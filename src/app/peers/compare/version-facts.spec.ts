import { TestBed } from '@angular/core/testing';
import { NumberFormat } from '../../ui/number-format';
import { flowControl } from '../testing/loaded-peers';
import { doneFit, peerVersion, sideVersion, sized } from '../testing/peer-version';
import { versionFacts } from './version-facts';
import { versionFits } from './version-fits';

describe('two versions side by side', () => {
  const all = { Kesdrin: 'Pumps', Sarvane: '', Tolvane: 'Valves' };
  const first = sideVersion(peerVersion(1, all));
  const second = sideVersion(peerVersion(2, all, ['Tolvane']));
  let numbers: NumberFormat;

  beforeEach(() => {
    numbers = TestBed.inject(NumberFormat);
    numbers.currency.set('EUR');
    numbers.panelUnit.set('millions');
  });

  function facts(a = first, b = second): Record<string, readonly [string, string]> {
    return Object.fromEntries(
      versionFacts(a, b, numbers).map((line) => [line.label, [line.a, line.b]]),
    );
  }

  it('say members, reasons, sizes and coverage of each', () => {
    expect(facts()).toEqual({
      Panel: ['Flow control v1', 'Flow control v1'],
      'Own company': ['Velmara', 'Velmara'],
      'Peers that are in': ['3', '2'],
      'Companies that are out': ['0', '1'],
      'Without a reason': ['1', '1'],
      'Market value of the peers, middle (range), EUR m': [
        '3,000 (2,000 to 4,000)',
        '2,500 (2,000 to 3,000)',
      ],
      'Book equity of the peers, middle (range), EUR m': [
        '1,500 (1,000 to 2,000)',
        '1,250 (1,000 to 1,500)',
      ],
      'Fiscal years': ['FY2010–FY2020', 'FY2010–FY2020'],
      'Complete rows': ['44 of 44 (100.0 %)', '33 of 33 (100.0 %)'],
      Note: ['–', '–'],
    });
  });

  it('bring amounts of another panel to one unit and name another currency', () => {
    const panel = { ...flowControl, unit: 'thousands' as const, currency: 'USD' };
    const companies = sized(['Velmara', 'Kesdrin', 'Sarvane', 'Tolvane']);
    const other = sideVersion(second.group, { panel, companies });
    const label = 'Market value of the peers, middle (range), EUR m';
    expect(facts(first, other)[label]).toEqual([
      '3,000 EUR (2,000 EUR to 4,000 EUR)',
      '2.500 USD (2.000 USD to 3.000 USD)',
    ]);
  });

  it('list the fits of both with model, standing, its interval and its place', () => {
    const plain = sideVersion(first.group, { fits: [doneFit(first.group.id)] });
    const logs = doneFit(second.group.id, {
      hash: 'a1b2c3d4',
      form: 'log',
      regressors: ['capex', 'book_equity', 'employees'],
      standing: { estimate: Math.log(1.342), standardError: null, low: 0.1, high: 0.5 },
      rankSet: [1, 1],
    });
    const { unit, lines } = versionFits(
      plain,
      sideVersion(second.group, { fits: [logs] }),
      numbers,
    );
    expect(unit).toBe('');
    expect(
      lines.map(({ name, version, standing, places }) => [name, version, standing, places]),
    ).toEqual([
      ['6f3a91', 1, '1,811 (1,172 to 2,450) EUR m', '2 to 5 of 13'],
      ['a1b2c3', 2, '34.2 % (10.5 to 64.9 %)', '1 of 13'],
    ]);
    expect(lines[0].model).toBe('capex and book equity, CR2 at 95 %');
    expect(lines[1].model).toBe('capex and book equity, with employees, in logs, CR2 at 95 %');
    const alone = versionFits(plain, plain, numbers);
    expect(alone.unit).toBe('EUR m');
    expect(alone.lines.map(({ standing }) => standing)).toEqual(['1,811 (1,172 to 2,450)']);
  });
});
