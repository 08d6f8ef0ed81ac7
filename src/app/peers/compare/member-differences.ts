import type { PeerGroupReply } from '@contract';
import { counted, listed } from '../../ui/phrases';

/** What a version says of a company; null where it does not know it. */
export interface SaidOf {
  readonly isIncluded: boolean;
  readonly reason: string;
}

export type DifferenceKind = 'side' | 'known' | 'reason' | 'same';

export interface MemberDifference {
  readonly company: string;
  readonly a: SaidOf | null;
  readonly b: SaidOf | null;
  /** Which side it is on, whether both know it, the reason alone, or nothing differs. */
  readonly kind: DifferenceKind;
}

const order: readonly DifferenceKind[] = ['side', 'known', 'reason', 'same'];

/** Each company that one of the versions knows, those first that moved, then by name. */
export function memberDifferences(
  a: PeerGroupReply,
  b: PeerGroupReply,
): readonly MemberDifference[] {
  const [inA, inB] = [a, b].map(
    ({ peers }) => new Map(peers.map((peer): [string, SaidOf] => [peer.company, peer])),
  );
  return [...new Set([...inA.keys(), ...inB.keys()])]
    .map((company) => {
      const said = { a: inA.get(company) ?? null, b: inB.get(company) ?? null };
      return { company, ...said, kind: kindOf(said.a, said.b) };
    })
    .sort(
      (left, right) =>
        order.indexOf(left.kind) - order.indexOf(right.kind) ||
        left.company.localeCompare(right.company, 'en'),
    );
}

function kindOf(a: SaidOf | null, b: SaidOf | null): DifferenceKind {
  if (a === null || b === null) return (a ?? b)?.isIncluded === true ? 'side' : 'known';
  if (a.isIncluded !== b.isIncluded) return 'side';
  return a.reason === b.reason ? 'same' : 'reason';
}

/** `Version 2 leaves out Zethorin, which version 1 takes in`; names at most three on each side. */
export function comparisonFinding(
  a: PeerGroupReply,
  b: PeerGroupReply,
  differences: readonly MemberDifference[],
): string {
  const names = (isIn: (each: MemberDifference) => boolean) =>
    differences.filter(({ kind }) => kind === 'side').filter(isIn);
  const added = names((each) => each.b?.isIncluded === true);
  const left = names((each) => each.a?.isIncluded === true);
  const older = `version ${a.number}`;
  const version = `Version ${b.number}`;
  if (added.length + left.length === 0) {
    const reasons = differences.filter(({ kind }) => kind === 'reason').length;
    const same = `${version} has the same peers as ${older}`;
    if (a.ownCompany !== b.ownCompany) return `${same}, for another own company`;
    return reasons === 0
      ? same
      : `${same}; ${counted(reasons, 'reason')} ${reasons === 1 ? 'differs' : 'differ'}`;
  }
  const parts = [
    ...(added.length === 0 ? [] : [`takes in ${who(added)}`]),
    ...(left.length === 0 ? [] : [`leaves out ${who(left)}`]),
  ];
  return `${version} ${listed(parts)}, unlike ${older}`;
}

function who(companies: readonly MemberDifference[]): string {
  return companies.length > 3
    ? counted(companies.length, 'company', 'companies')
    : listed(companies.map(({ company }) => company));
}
■ ■ ■ ■ ■ ■ ■
ASSIGNED TASK → Select every line in the records above that contains the word "versionFacts".

RESULT OF THIS EXERCISE →
import { versionFacts } from './version-facts';
      versionFacts(a, b, numbers).map((line) => [line.label, [line.a, line.b]]),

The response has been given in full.